在细胞质中，ythdf1介导的翻译起始的M6A含成绩单直接结合到M6A招聘真核起始因子3（的研究），从而促进真核核糖体小亚基的荷载（40s）。ythdf2促进mRNA降解结合CCR4–不转录复合体亚基1（cnot1），从而促进CCR4–不复杂，诱导脱腺苷酸化招聘。B |甲基化的转录可以按读者蛋白进入快速轨道（右）为处理、翻译和衰减。这种快速跟踪有效组的成绩单否则明显不同的性能确保及时和协调的翻译和退化，可能产生一个尖锐的“脉冲”为了满足一个平移的爆发和这些转录后基因表达的间隙需要。图2 | M6A依赖mRNA加工促进翻译和腐烂，和影响剪接。沉积的甲基转移酶催化甲基转移酶3核心部件后，|（mettl3）和mettl14，N6-甲基腺嘌呤（m6A）是由多种蛋白质识别读者。在细胞核内，核内不均一核糖核蛋白C（hnrnpc）功能作为一种间接的M6A读者结合非结构化M6A开关区和调节剪接，而yt521‑B同源（YTH）域包含1（ythdc1）调节方案拼接结合M6A直接招聘的剪接因子和丝氨酸富含精氨酸的剪接因子3（srsf3）而阻断结合srsf10。HNRNPA2B1还介导的选择以相似的方式ythdc1拼接。
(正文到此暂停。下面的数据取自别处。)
// Each bad input fails the run with a message naming the file and line (or
// the spec field) and writes nothing.
func TestBadInputs(t *testing.T) {
	cases := []struct {
		name  string
		csv   string
		edit  func(string) string
		wants []string
	}{
		{"source file missing", "", func(s string) string { return strings.Replace(s, "data/sales.csv", "data/nope.csv", 1) },
			[]string{"spec.yaml: sources[0]: source file \"data/nope.csv\" does not exist"}},
		{"glob matching nothing", "", func(s string) string { return strings.Replace(s, "data/sales.csv", "data/*.parquet", 1) },
			[]string{"spec.yaml: sources[0]: the pattern \"data/*.parquet\" matches no files"}},
		{"glob matching a folder", "", func(s string) string {
			return strings.Replace(s, "[data/sales.csv]", "[{path: \"dat*\", format: csv}]", 1)
		},
			[]string{"matches the folder data; sources must be files"}},
		{"named column absent", "month,shop,item,qty\n2021-01,S1,A,1\n", nil,
			[]string{`data/sales.csv: column "store" named in the spec is not in the file; columns present: "month", "shop", "item", "qty"`}},
		{"value not a number", "month,store,item,qty\n2021-01,S1,A,1\n2021-02,S1,A,1,5\n2021-03,S1,A,lots\n", nil,
			[]string{`data/sales.csv:3: this line has a different number of fields from the header`}},
		{"value not a number (text)", "month,store,item,qty\n2021-01,S1,A,1\n2021-03,S1,A,lots\n", nil,
			[]string{`data/sales.csv:3: column "qty": "lots" is not a number`}},
		{"comma decimal", "month,store,item,qty\n2021-01,S1,A,\"1,5\"\n", nil,
			[]string{`data/sales.csv:2: column "qty": "1,5" is not a number (a comma is not read as a decimal point`}},
		{"unparseable time", "month,store,item,qty\n2021-01,S1,A,1\n\n2021/02,S1,A,1\n", nil,
			[]string{`data/sales.csv:4: column "month": "2021/02" is not a time value: expected a date (2024-07-15)`}},
		{"duplicates under reject", "month,store,item,qty\n2021-01,S1,A,1\n2021-02,S1,A,1\n2021-01-31,S1,A,2\n", func(s string) string { return s + "shaping: {combine: reject}\n" },
			[]string{`data/sales.csv:4: 2 rows for series store=S1, item=A in period 2021-01 (also data/sales.csv:2); shaping.combine is reject`}},
		{"gaps under reject", "month,store,item,qty\n2021-01,S1,A,1\n2021-04,S1,A,1\n", func(s string) string { return s + "shaping: {gaps: reject}\n" },
			[]string{`series store=S1, item=A has no rows for 2 of its periods (first gap: 2021-02); shaping.gaps is reject`}},
		{"empty file", "", func(s string) string { return s }, []string{`data/sales.csv: the file is empty; expected a header line naming the columns month, qty, store, item`}},
	}
	for _, c := range cases {
		t.Run(c.name, func(t *testing.T) {
			dir := t.TempDir()
			writeFixture(t, dir)
			if c.csv != "" || c.name == "empty file" {
				os.WriteFile(filepath.Join(dir, "data", "sales.csv"), []byte(c.csv), 0o644)
			}
			text := fixtureSpec
			if c.edit != nil {
				text = c.edit(text)
			}
			s := loadFixture(t, dir, text)
			_, err := Run(context.Background(), s, Options{})
			if err == nil {
				t.Fatal("run succeeded")
			}
			for _, w := range c.wants {
				if !strings.Contains(err.Error(), w) {
					t.Errorf("error\n%v\ndoes not contain\n%s", err, w)
				}
			}
			if _, err := os.Stat(filepath.Join(dir, "out")); !os.IsNotExist(err) {
				entries, _ := os.ReadDir(filepath.Join(dir, "out"))
				if len(entries) > 0 {
					t.Errorf("a failed run left %v", entries)
				}
			}
		})
	}
}

// panicky panics on one series, to prove a broken method costs only that
// series and method.
type panicky struct{ engines.Method }

func (p panicky) Fit(y []float64, m int) (engines.Fitted, error) {
	if y[0] == 0 { // S1/B, the only series that starts with a zero
		var boom []float64
		_ = boom[len(y)]
	}
	return p.Method.Fit(y, m)
}

func TestPanicInOneMethodIsIsolated(t *testing.T) {
	dir := t.TempDir()
	writeFixture(t, dir)
	s := loadFixture(t, dir, fixtureSpec)
	// The compiled plan's methods are what the run calls: swap drift for a
	// panicking wrapper.
	p, err := Compile(s, Options{})
	if err != nil {
		t.Fatal(err)
	}
	for i, m := range p.Methods {
		if m.Engine.Name() == "drift" {
			p.Methods[i].Engine = panicky{m.Engine}
		}
	}
	if _, err := p.Run(context.Background(), Options{}, time.Now()); err != nil {
		t.Fatal(err)
	}
	pr := readTable(t, filepath.Join(dir, "out", "run", "problems.parquet"))
	found := false
	for i := 0; i < pr.rows; i++ {
		if pr.str("method", i) == "drift" {
			found = true
			if pr.str("store", i) != "S1" || pr.str("item", i) != "B" || pr.str("severity", i) != "error" ||
				!strings.Contains(pr.str("message", i), "internal error (panic: runtime error: index out of range") {
				t.Errorf("panic row: %s %s %s %q", pr.str("store", i), pr.str("item", i), pr.str("severity", i), pr.str("message", i))
			}
		}
	}
	if !found {
		t.Fatal("no problems row for the panicking method")
	}
	fc := readTable(t, filepath.Join(dir, "out", "run", "forecasts.parquet"))
	drift := 0
	for i := 0; i < fc.rows; i++ {
		if fc.str("method", i) == "drift" {
			drift++
		}
	}
	if drift != 3*6 {
		t.Errorf("drift forecast rows = %d, want 18 (three series)", drift)
	}
}

func TestAllMissingSeriesIsAProblem(t *testing.T) {
	dir := t.TempDir()
	writeFixture(t, dir)
	f, _ := os.OpenFile(filepath.Join(dir, "data", "sales.csv"), os.O_APPEND|os.O_WRONLY, 0)
	f.WriteString("2021-01,S9,Z,\n2021-02,S9,Z,NaN\n")
	f.Close()
	s := loadFixture(t, dir, strings.Replace(fixtureSpec, "horizon: 6", "horizon: 6\nshaping: {gaps: missing}", 1))
	if _, err := Run(context.Background(), s, Options{}); err != nil {
		t.Fatal(err)
	}
	pr := readTable(t, filepath.Join(dir, "out", "run", "problems.parquet"))
	var msgs []string
	for i := 0; i < pr.rows; i++ {
		msgs = append(msgs, pr.str("store", i)+" "+pr.str("message", i))
	}
	joined := strings.Join(msgs, "\n")
	if !strings.Contains(joined, "<null> 2 rows have an empty or NaN value; they count as missing") ||
		!strings.Contains(joined, "S9 all 36 values are missing; no decomposition or forecast") {
		t.Errorf("problems:\n%s", joined)
	}
}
在细胞质中，ythdf1介导的M6翻译起始A的成绩单直接结合到M6A招聘真核起始因子3（的研究），从而促进真核核糖体小亚基的荷载（40s）。ythdf2促进mRNA降解结合CCR4–不转录复合体亚基1（cnot1），从而促进CCR4–不复杂，诱导脱腺苷酸化招聘。B |甲基化的转录可以按读者蛋白进入快速轨道（右）为处理、翻译和衰减。这种快速跟踪有效组的成绩单否则明显不同的性能确保及时和协调的翻译和退化，可能产生一个尖锐的“脉冲”为了满足一个平移的爆发和这些转录后基因表达的间隙需要。

正在翻譯中..

其它語言

本翻譯工具支援: 世界語, 中文, 丹麥文, 亞塞拜然文, 亞美尼亞文, 伊博文, 俄文, 保加利亞文, 信德文, 偵測語言, 優魯巴文, 克林貢語, 克羅埃西亞文, 冰島文, 加泰羅尼亞文, 加里西亞文, 匈牙利文, 南非柯薩文, 南非祖魯文, 卡納達文, 印尼巽他文, 印尼文, 印度古哈拉地文, 印度文, 吉爾吉斯文, 哈薩克文, 喬治亞文, 土庫曼文, 土耳其文, 塔吉克文, 塞爾維亞文, 夏威夷文, 奇切瓦文, 威爾斯文, 孟加拉文, 宿霧文, 寮文, 尼泊爾文, 巴斯克文, 布爾文, 希伯來文, 希臘文, 帕施圖文, 庫德文, 弗利然文, 德文, 意第緒文, 愛沙尼亞文, 愛爾蘭文, 拉丁文, 拉脫維亞文, 挪威文, 捷克文, 斯洛伐克文, 斯洛維尼亞文, 斯瓦希里文, 旁遮普文, 日文, 歐利亞文 (奧里雅文), 毛利文, 法文, 波士尼亞文, 波斯文, 波蘭文, 泰文, 泰盧固文, 泰米爾文, 海地克里奧文, 烏克蘭文, 烏爾都文, 烏茲別克文, 爪哇文, 瑞典文, 瑟索托文, 白俄羅斯文, 盧安達文, 盧森堡文, 科西嘉文, 立陶宛文, 索馬里文, 紹納文, 維吾爾文, 緬甸文, 繁體中文, 羅馬尼亞文, 義大利文, 芬蘭文, 苗文, 英文, 荷蘭文, 菲律賓文, 葡萄牙文, 蒙古文, 薩摩亞文, 蘇格蘭的蓋爾文, 西班牙文, 豪沙文, 越南文, 錫蘭文, 阿姆哈拉文, 阿拉伯文, 阿爾巴尼亞文, 韃靼文, 韓文, 馬來文, 馬其頓文, 馬拉加斯文, 馬拉地文, 馬拉雅拉姆文, 馬耳他文, 高棉文, 等語言的翻譯.